**Recorded information**
-- Opening Marker --
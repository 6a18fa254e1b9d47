/** Fields of forms: what the server rejects is shown at its field; numbers in the person's decimal style, ambiguous ones asked about. */
import { parseDecimal } from '@strainwright/common/quantities/decimal';
import { MenuItem, TextField, type TextFieldProps } from '@mui/material';
import { useState } from 'react';
import { Controller, type Control, type FieldPath, type FieldValues, type UseFormSetError } from 'react-hook-form';
import { ApiProblem } from '../api/client';
import { useDecimalStyle } from './measured';

interface BoundProps<T extends FieldValues> {
  control: Control<T>;
  name: FieldPath<T>;
  label: string;
  hint?: string;
}

type TextProps<T extends FieldValues> = BoundProps<T> & Pick<TextFieldProps, 'type' | 'multiline' | 'minRows' | 'autoComplete' | 'autoFocus' | 'required'>;

export function FormText<T extends FieldValues>({ control, name, label, hint, type, ...rest }: TextProps<T>) {
  return (
    <Controller control={control} name={name} render={({ field, fieldState }) => (
      <TextField {...rest} {...field} value={field.value ?? ''} onChange={(e) => field.onChange(type === 'date' && e.target.value === '' ? null : e.target.value)} type={type} label={label} error={fieldState.invalid} helperText={fieldState.error?.message ?? hint} slotProps={type === 'date' || type === 'datetime-local' ? { inputLabel: { shrink: true } } : undefined} />
    )} />
  );
}

export function FormSelect<T extends FieldValues>({ control, name, label, hint, options, multiple = false }: BoundProps<T> & { options: readonly { value: string; label: string }[]; multiple?: boolean }) {
  return (
    <Controller control={control} name={name} render={({ field, fieldState }) => (
      <TextField {...field} value={field.value ?? (multiple ? [] : '')} select label={label} error={fieldState.invalid} helperText={fieldState.error?.message ?? hint} slotProps={{ select: { multiple } }}>
        {options.map((o) => <MenuItem key={o.value} value={o.value}>{o.label}</MenuItem>)}
      </TextField>
    )} />
  );
}

const PROBLEMS = { empty: 'Enter a number', 'not a number': 'Not a number', ambiguous: 'Could be read two ways: leave out the thousands separator' } as const;

interface NumberProps {
  label: string;
  value: number | null;
  onChange: (value: number | null) => void;
  error?: string;
  hint?: string;
  disabled?: boolean;
  required?: boolean;
}

/** A number as text; tells null while it cannot be read. */
export function NumberField({ label, value, onChange, error, hint, ...rest }: NumberProps) {
  const style = useDecimalStyle();
  const shown = value === null ? '' : String(value).replace('.', style);
  const [text, setText] = useState<string | null>(null);
  const parsed = text === null || text === '' ? null : parseDecimal(text, style);
  const problem = parsed !== null && 'problem' in parsed ? PROBLEMS[parsed.problem] : undefined;
  const take = (typed: string) => {
    setText(typed);
    const read = parseDecimal(typed, style);
    onChange('value' in read ? read.value : null);
  };
  return (
    <TextField {...rest} label={label} value={text ?? shown} onChange={(e) => take(e.target.value)} onBlur={() => problem === undefined && setText(null)} error={problem !== undefined || error !== undefined} helperText={problem ?? error ?? hint}
      slotProps={{ htmlInput: { inputMode: 'decimal', className: 'mono', style: { textAlign: 'right' } } }} />
  );
}

export function FormNumber<T extends FieldValues>({ control, name, label, hint }: BoundProps<T>) {
  return <Controller control={control} name={name} render={({ field, fieldState }) => <NumberField label={label} value={field.value ?? null} onChange={field.onChange} error={fieldState.error?.message} hint={hint} />} />;
}

/** Puts what the server rejected at its fields. */
export function showAtFields<T extends FieldValues>(error: unknown, setError: UseFormSetError<T>, known: readonly FieldPath<T>[]): void {
  if (!(error instanceof ApiProblem)) return;
  for (const { path, message } of error.errors) {
    const field = known.find((name) => name === path || path.startsWith(`${name}.`));
    if (field !== undefined) setError(field, { message });
  }
}
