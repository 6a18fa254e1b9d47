/**
 * Proposes how to read a raw file from its first rows and rows sampled further on: delimiter and decimal sign, then heading, units
 * and first data row, then columns to channels. What is doubtful is said, never guessed silently.
 */
import type { ColumnMapping, Layout, LayoutProposal } from '../contract/runs';
import { mapColumns, type MappedColumns } from './channels-of-columns';
import { columnTexts } from './column-text';
import type { Encoding } from './decode-text';
import { decimalOf, dialectOf, filledCells, firstDataRow, isDataRow, rowsOf, usualWidth, type Dialect, type Row } from './dialect';
import { Doubts } from './doubts';
import { headingRowsAbove, type HeadingRows } from './heading-rows';
import { roleOfHeading } from './heading-words';
import { layoutSignature, splitHeading } from './headings';
import { cellValue, couldBeThousands, hasThousandsSeparators } from './numbers';
import { TabularRefused } from './tabular-refused';

const FIRST_ROWS = 40;
const MOST_COLUMNS = 64;

export interface ProposalContext {
  /** True for a pulse waveform. */
  readonly waveform: boolean;
  /** Confirmed layouts of the instrument by signature. */
  readonly remembered?: ReadonlyMap<string, Layout>;
}

interface Table {
  readonly rows: readonly Row[];
  /** Rows sampled further on in the file. */
  readonly later: readonly Row[];
  readonly first: number;
  readonly width: number;
  readonly heads: HeadingRows;
}

/** @throws TabularRefused when there are no rows of numbers */
function tableOf(rows: readonly Row[], later: readonly Row[], { decimal }: Dialect): Table {
  const width = usualWidth([...rows, ...later].filter((row) => isDataRow(row, decimal)));
  const first = firstDataRow(rows, decimal, width);
  if (first < 0) throw new TabularRefused(isOneColumn(rows) ? 'one-column' : 'no-numbers');
  if (width > MOST_COLUMNS) throw new TabularRefused('too-many-columns');
  return { rows, later, first, width, heads: headingRowsAbove(rows, first, width) };
}

function isOneColumn(rows: readonly Row[]): boolean {
  const cells = rows.map(filledCells).filter((row) => row.length > 0);
  const numbers = cells.filter((row) => row.length === 1 && row.some((c) => !Number.isNaN(cellValue(c, '.')) || !Number.isNaN(cellValue(c, ','))));
  return numbers.length >= 3 && numbers.length * 2 > cells.length;
}

const rowAt = (rows: readonly Row[], index: number | null): Row => (index === null ? [] : (rows[index] ?? []));
const dataOf = ({ rows, later, first }: Table) => [...rows.slice(first), ...later];

/** Refuses numbers that could not be told from others. @throws TabularRefused */
function refuseUnreadableNumbers(table: Table, { delimiter }: Dialect, format: Layout['format']): void {
  const data = dataOf(table).filter((row) => row.length === table.width);
  const grouped = data.flatMap((row) => [...row]).find(hasThousandsSeparators);
  if (grouped !== undefined) throw new TabularRefused('thousands-separators', `The first is “${grouped.trim()}”.`);
  const whole = data.every((row) => row.every((c) => /^\s*[+-]?\d*\s*$/.test(c)));
  if (format !== 'delimited' || delimiter !== ',' || !whole) return;
  const above = table.rows.slice(0, table.first).map(filledCells).filter((row) => row.length > 0).pop() ?? [];
  if (above.length === 1 && above.some((c) => roleOfHeading(splitHeading(c).name) !== null)) throw new TabularRefused('one-column');
  if (above.length > 1 && above.length < table.width) throw new TabularRefused('commas-both-ways');
}

/** Decimals of exactly three digits everywhere could be thousands. */
function doubtDecimals(table: Table, { delimiter, decimal }: Dialect, doubts: Doubts): void {
  if (delimiter === ',' && decimal === '.') return;
  const cells = dataOf(table).flatMap((row) => row.filter((c) => c.includes(decimal) && !Number.isNaN(cellValue(c, decimal))));
  const [example] = cells;
  if (example === undefined || !cells.every(couldBeThousands)) return;
  doubts.say(0.5, `Numbers such as ${example.trim()} could be thousands: ${decimal === ',' ? 'a decimal comma' : 'a decimal point'} is taken. If they are thousands, export the file without separators.`);
}

interface Source extends Dialect {
  readonly format: Layout['format'];
  readonly encoding: Encoding;
  readonly sheet: string;
  readonly rowCount: number;
}

/** Confirmed columns, with what has changed since said. */
function recalled(before: readonly ColumnMapping[], now: readonly ColumnMapping[]): MappedColumns {
  const doubts = new Doubts();
  doubts.say(1, 'This layout was confirmed before for this instrument.');
  const turned = before.filter((b, i) => b.channel !== 'ignore' && now[i]?.channel === b.channel && now[i]?.sign !== b.sign);
  if (turned.length > 0) doubts.say(0.5, `${turned.map((c) => c.heading || c.channel).join(', ')} ${turned.length === 1 ? 'runs' : 'run'} the other way than when it was confirmed; please check the signs.`);
  return { columns: [...before], confidence: doubts.confidence, remarks: doubts.remarks };
}

function proposalOf(table: Table, source: Source, context: ProposalContext): LayoutProposal {
  const { rows, first, width, heads } = table;
  const doubts = new Doubts();
  doubtDecimals(table, source, doubts);
  if (heads.headingRow === null) doubts.say(0.4, 'The file has no headings: the channels are proposed from the numbers alone.');
  const headings = rowAt(rows, heads.headingRow);
  const units = rowAt(rows, heads.unitsRow);
  const mapped = mapColumns(columnTexts(headings, units, dataOf(table), width, source.decimal), context.waveform);
  const layout: Layout = {
    format: source.format, encoding: source.encoding, delimiter: source.delimiter, decimal: source.decimal, sheet: source.sheet,
    ...heads, firstDataRow: first, columns: mapped.columns,
  };
  const firstRows = rows.slice(0, Math.max(FIRST_ROWS, first + 12)).map((row) => row.map((c) => c.slice(0, 200)));
  const remembered = heads.headingRow === null ? undefined : context.remembered?.get(layoutSignature(source.format, headings, units));
  const rest = { firstRows, rowCount: source.rowCount };
  if (remembered !== undefined && remembered.columns.length === width) {
    const known = recalled(remembered.columns, mapped.columns);
    return { layout: { ...layout, columns: known.columns }, origin: 'remembered', confidence: known.confidence, remarks: known.remarks, ...rest };
  }
  return { layout, origin: 'proposed', confidence: Math.min(doubts.confidence, mapped.confidence), remarks: [...doubts.remarks, ...mapped.remarks], ...rest };
}

/**
 * @param lines the first lines of the text, whole lines only
 * @param later lines sampled further on, so that signs and sizes are those of the whole test
 * @param rowCount rows of the whole file where known, else those of `lines`
 * @throws TabularRefused when there is no table of numbers
 */
export function proposeDelimitedLayout(lines: readonly string[], later: readonly string[], encoding: Encoding, rowCount: number, context: ProposalContext): LayoutProposal {
  if (lines.every((line) => line.trim() === '')) throw new TabularRefused('file-empty');
  const dialect = dialectOf([...lines, ...later]);
  if (dialect === null) throw new TabularRefused(isOneColumn(lines.map((line) => [line])) ? 'one-column' : 'no-numbers');
  const table = tableOf(rowsOf(lines, dialect), rowsOf(later, dialect), dialect);
  refuseUnreadableNumbers(table, dialect, 'delimited');
  return proposalOf(table, { format: 'delimited', encoding, ...dialect, sheet: '', rowCount }, context);
}

/** @param rows the first rows of a sheet as text @param later rows sampled further on */
export function proposeWorkbookLayout(rows: readonly Row[], later: readonly Row[], sheet: string, rowCount: number, context: ProposalContext): LayoutProposal {
  if (rows.every((row) => filledCells(row).length === 0)) throw new TabularRefused('file-empty');
  const dialect: Dialect = { delimiter: ',', decimal: decimalOf([...rows, ...later]) };
  const table = tableOf(rows, later, dialect);
  refuseUnreadableNumbers(table, dialect, 'workbook');
  return proposalOf(table, { format: 'workbook', encoding: 'utf-8', ...dialect, sheet, rowCount }, context);
}

/** The signature of a confirmed layout, by the headings and units that it names. */
export function signatureOf(layout: Layout, firstRows: readonly Row[]): string | null {
  return layout.headingRow === null ? null : layoutSignature(layout.format, rowAt(firstRows, layout.headingRow), rowAt(firstRows, layout.unitsRow));
}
-- Closing Marker --
**Problem**
Only lines containing "columnTexts" belong in the answer; copy every such line from the records.

**Result below**
import { columnTexts } from './column-text';
  const mapped = mapColumns(columnTexts(headings, units, dataOf(table), width, source.decimal), context.waveform);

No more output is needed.